Porque é também no silêncio que se encontra a esperança — e a esperança está acima de qualquer paranóia. Eis a atitude ética que Thomas Pynchon toma entre a sua vida envolta em sombras e a sua obra iluminadora, ao decidir não dar declarações auto-explicativas, entrevistas auto-indulgentes, fotos auto-apreciadoras ou textos que servem somente para conquistar um pouco de auto-afirmação. São seus livros que devem falar pelo que são — como símbolos de uma alma que se abre para o divino, mas não se esquece do que acontece aqui na Terra.
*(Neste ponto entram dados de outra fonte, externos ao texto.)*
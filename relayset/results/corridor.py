"""Results of shared corridors: each neighbouring line's coupling with the protected line."""

from __future__ import annotations

from dataclasses import dataclass
from typing import Any

import numpy as np

from relayset.results.serialize import PER_KM, cplx, matrix, polar


@dataclass(frozen=True)
class NeighbourParameters:
    """A neighbouring line beside the protected line over part of its route.

    The matrices by position hold the protected line's three positions, then the
    neighbour's phases A, B, C, on the corridor's cross-section (one per tower of the
    shared stretch, in the order of ``tower_names``).
    """

    name: str
    buses: tuple[str, str]
    on_line_bus: tuple[bool, bool]  #: its bus at that side is the protected line's
    start_m: float
    end_m: float
    route_lengths_m: tuple[float, float]
    #: per tower of the shared stretch (index into LineParameters.tower_matrices())
    towers: tuple[int, ...]
    z_by_position_ohm_per_m: tuple[np.ndarray, ...]  #: (6, 6) per tower
    y_by_position_s_per_m: tuple[np.ndarray, ...]
    z1_ohm_per_m: complex  #: the neighbour's own Z1 in the corridor (length-weighted)
    z0_ohm_per_m: complex
    #: zero-sequence mutual impedance with the protected line in the corridor
    z0m_ohm_per_m: complex
    route_z1_ohm_per_m: complex  #: of its routes outside the corridor
    route_z0_ohm_per_m: complex
    #: Z0M over the shared length / (3 Z1 of the whole protected line): the mutual
    #: compensation a relay measuring the neighbour's residual current would need
    k0m_equivalent: complex
    #: Z0M over the shared length / Z0 of the whole protected line: the share of the
    #: ground loop's zero-sequence impedance the coupling can add or take away
    coupling_ratio: complex

    @property
    def shared_length_m(self) -> float:
        """Length of the shared stretch [m]."""
        return self.end_m - self.start_m

    def to_dict(self) -> dict[str, Any]:
        return {
            "name": self.name,
            "buses": list(self.buses),
            "on_protected_line_bus": list(self.on_line_bus),
            "shared_from_km": self.start_m / 1e3,
            "shared_to_km": self.end_m / 1e3,
            "shared_length_km": self.shared_length_m / 1e3,
            "route_lengths_km": [x / 1e3 for x in self.route_lengths_m],
            "z1_ohm_per_km": cplx(self.z1_ohm_per_m, PER_KM),
            "z0_ohm_per_km": cplx(self.z0_ohm_per_m, PER_KM),
            "z0m_ohm_per_km": cplx(self.z0m_ohm_per_m, PER_KM),
            "route_z1_ohm_per_km": cplx(self.route_z1_ohm_per_m, PER_KM),
            "route_z0_ohm_per_km": cplx(self.route_z0_ohm_per_m, PER_KM),
            "k0m_equivalent": polar(self.k0m_equivalent),
            "coupling_ratio": polar(self.coupling_ratio),
            "relay_given_k0m": False,
            "z_by_position_ohm_per_km": [matrix(z, PER_KM)
                                         for z in self.z_by_position_ohm_per_m],
        }


@dataclass(frozen=True)
class CorridorParameters:
    """Every neighbouring line of the study and the corridor's matrices.

    ``joint`` holds, per (tower index, neighbours present beside it), the series impedance
    [ohm/m] and shunt admittance [S/m] matrices by position of the protected line's
    positions and then every neighbour's phases A, B, C in the study's order (rows and
    columns of a neighbour not present zero): the cascade's pieces
    (:func:`relayset.studies.corridor.corridor_cascade`).
    """

    neighbours: tuple[NeighbourParameters, ...]
    joint: dict[tuple[int, tuple[int, ...]], tuple[np.ndarray, np.ndarray]]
Tal literatura, apesar de seu mistério, não é feita numa torre de marfim, muito menos para alguém que vive numa torre de marfim. Aliás, nenhuma literatura que se preza é feita e lida em torres de marfim, uma vez que o escritor deve captar as contradições da realidade, mesmo que elas sejam decifradas pelos leitores muitos anos depois. Para muitos, a realidade, com suas mil e uma cabeças, é impiedosa demais — e esta crueldade está em cada página da obra de Thomas Pynchon, este agente secreto que contrabandeia a recuperação da literatura para o mundo contemporâneo, como um dos meios para restaurar a fé e a esperança em nós mesmos.
[1] Já havia esboçado essas mesmas idéias em relação à obra de Pynchon no texto O triunfo da paranóia, mas agora lhes dou a forma final.